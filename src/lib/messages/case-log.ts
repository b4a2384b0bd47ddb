import type { EventData, LogEvent } from '$lib/mapping/events';
import { TAG_KIND_NAMES } from './cases';
import { milliamps } from './format';
import { CLASS_NAMES, EFFECT_NAMES, KIND_NAMES, languageName, PURPOSE_NAMES, taskName } from './trade';

/** Entries of the case log in the clinic's words. */

/** How an entry's words learn what it names. */
export interface LogNames {
	/** the answer of an item, or its id where the case has no such item */
	item(id: string): string;
	/** the data that presented a trial; null when it is not in the log */
	trial(id: string): EventData['trial-presented'] | null;
	/** an entry named by another one; null when it is not in the log */
	entry(id: string): LogEvent | null;
}

type Words = { [T in keyof EventData]: (data: EventData[T], names: LogNames) => string };

function list(parts: (string | null | undefined | false)[]): string {
	return parts.filter(Boolean).join(', ');
}

/** "umbrella, tag 7": which trial is meant. */
function trialWords(id: string, names: LogNames): string {
	const trial = names.trial(id);
	if (!trial) return 'a trial that is not in the log';
	const what = trial.item === null ? 'stimulation without language' : names.item(trial.item);
	const where = trial.tag === null ? (trial.stimulated ? null : 'no stimulation') : `tag ${trial.tag}`;
	return list([what, where, trial.tag !== null && !trial.stimulated && 'control']);
}

function seconds(milliseconds: number): string {
	return `${milliseconds / 1000} s`;
}

function protocolWords(data: EventData['protocol-set']): string {
	const { rule, effects, later, required, kinds, timing } = data;
	const parts: string[] = [];
	if (rule)
		parts.push(`at least ${rule.minTrials} trials, positive from ${rule.share[0]} of ${rule.share[1]} disturbed`);
	if (kinds) parts.push(`error kinds with a key: ${kinds.map((kind) => KIND_NAMES[kind]).join(', ') || 'none'}`);
	if (effects) {
		const changed = Object.entries(effects).flatMap(([kind, classes]) =>
			Object.entries(classes).map(
				([asked, effect]) =>
					`${KIND_NAMES[kind as keyof typeof KIND_NAMES]} is ${EFFECT_NAMES[effect]} for ${CLASS_NAMES[asked as keyof typeof CLASS_NAMES]}`
			)
		);
		parts.push(changed.length > 0 ? changed.join(', ') : 'every error kind as usual');
	}
	if (later) parts.push(`errors later than 4 s ${later === 'counted' ? 'count' : 'do not count'}`);
	if (required) {
		const pairs = required.map(({ task, language }) => `${taskName(task)} in ${languageName(language)}`);
		parts.push(pairs.length > 0 ? `required: ${pairs.join(', ')}` : 'no task is required');
	}
	if (timing) {
		const shown = timing.shown === null ? 'until taken off' : seconds(timing.shown);
		parts.push(`on the screen ${shown}, pause ${seconds(timing.pause)}, sent ${timing.lead} ms ahead`);
	}
	return `Protocol: ${parts.join('; ') || 'unchanged'}`;
}

const WORDS: Words = {
	'tag-placed': ({ tag, kind }) => list([`Tag ${tag} laid`, kind === 'subcortical' && TAG_KIND_NAMES[kind]]),
	'tag-removed': ({ tag }) => `Tag ${tag} taken off`,
	'protocol-set': protocolWords,
	'stimulation-settings': (data) =>
		`Stimulation: ${list([data.technique, `${data.frequency} Hz`, `${data.pulseWidth} ms a phase`, data.probe, data.note])}`,
	'run-opened': ({ purpose }) => `Run begun: ${PURPOSE_NAMES[purpose]}`,
	'run-closed': () => 'Run ended',
	'trial-presented': (data, names) =>
		`Shown: ${list([trialWords(data.trial, names), data.milliamps !== null && milliamps(data.milliamps)])}`,
	'trial-onset': ({ trial, shown, reason }, names) =>
		`${trialWords(trial, names)}: ${shown ? 'was on the screen' : list(['was not shown', reason])}`,
	'trial-scored': ({ trial, score, also, when, movement, said, note, corrects }, names) =>
		`${trialWords(trial, names)}: ${list([
			...[score, ...(also ?? [])].map((kind) => KIND_NAMES[kind]),
			when === 'later' && 'later than 4 s',
			movement?.tongue === 'lost' && 'tongue movement lost',
			movement?.hand === 'lost' && 'hand movement lost',
			said && `said "${said}"`,
			note,
			corrects.length > 0 && 'corrects the score before'
		])}`,
	'trial-corrected': ({ trial, ...change }, names) =>
		`${trialWords(trial, names)}: corrected to ${list([
			change.tag !== undefined && (change.tag === null ? 'no tag' : `tag ${change.tag}`),
			change.stimulated !== undefined && (change.stimulated ? 'stimulated' : 'control'),
			change.milliamps !== undefined && (change.milliamps === null ? 'no current' : milliamps(change.milliamps)),
			change.item !== undefined && (change.item === null ? 'no item' : names.item(change.item)),
			change.task !== undefined && taskName(change.task),
			change.language !== undefined && languageName(change.language)
		])}`,
	'trial-excluded': ({ trial, reason }, names) => `${trialWords(trial, names)}: not counted, ${reason}`,
	'entry-withdrawn': ({ entry, reason }, names) => {
		const target = names.entry(entry);
		if (!target) return 'Taken back: an entry that is not in the log';
		if (target.type !== 'entry-withdrawn') return list([`Taken back: ${logWords(target, names)}`, reason]);
		const first = names.entry(target.data.entry);
		return list([`Put back: ${first ? logWords(first, names) : 'an entry that is not in the log'}`, reason]);
	},
	'pause-opened': ({ reason }) => `Pause begun: ${reason}`,
	'pause-closed': () => 'Pause ended',
	'stimulation-started': ({ tag, milliamps: current, source }) =>
		`Stimulation begun: ${list([tag !== null && `tag ${tag}`, current !== null && milliamps(current), source])}`,
	'stimulation-ended': () => 'Stimulation ended',
	'items-copied': ({ set, version, task, language, items }) =>
		`Items added: ${items.length} for ${taskName(task)} in ${languageName(language)}, from ${set} ${version}`,
	'item-decided': ({ item, keep, reason }, names) => list([`${names.item(item)}: ${keep ? 'kept' : 'dropped'}`, reason])
};

/** One entry in a sentence. */
export function logWords(event: LogEvent, names: LogNames): string {
	// A type of a newer Wordkeep has no words here.
	const words = WORDS[event.type] as ((data: unknown, names: LogNames) => string) | undefined;
	return words ? words(event.data, names) : `An entry this page does not know (${event.type})`;
}

export const LOG_PART = {
	caption: 'Case log, the newest entry first',
	search: 'Search the case log',
	entry: 'Entry',
	when: 'When',
	who: 'Who',
	what: 'What',
	waiting: 'waiting to be sent',
	patientView: 'patient view',
	colleague: 'a colleague',
	takenBack: 'taken back',
	emptyTitle: 'Nothing is noted in this case yet',
	emptyText: 'Whatever is prepared, shown and scored stands here, and stays.'
};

[WORK INSTRUCTIONS] The expected answer is one number: the count of lines in the listing that include the string "this".

[SOLUTION TO THE EXERCISE] 2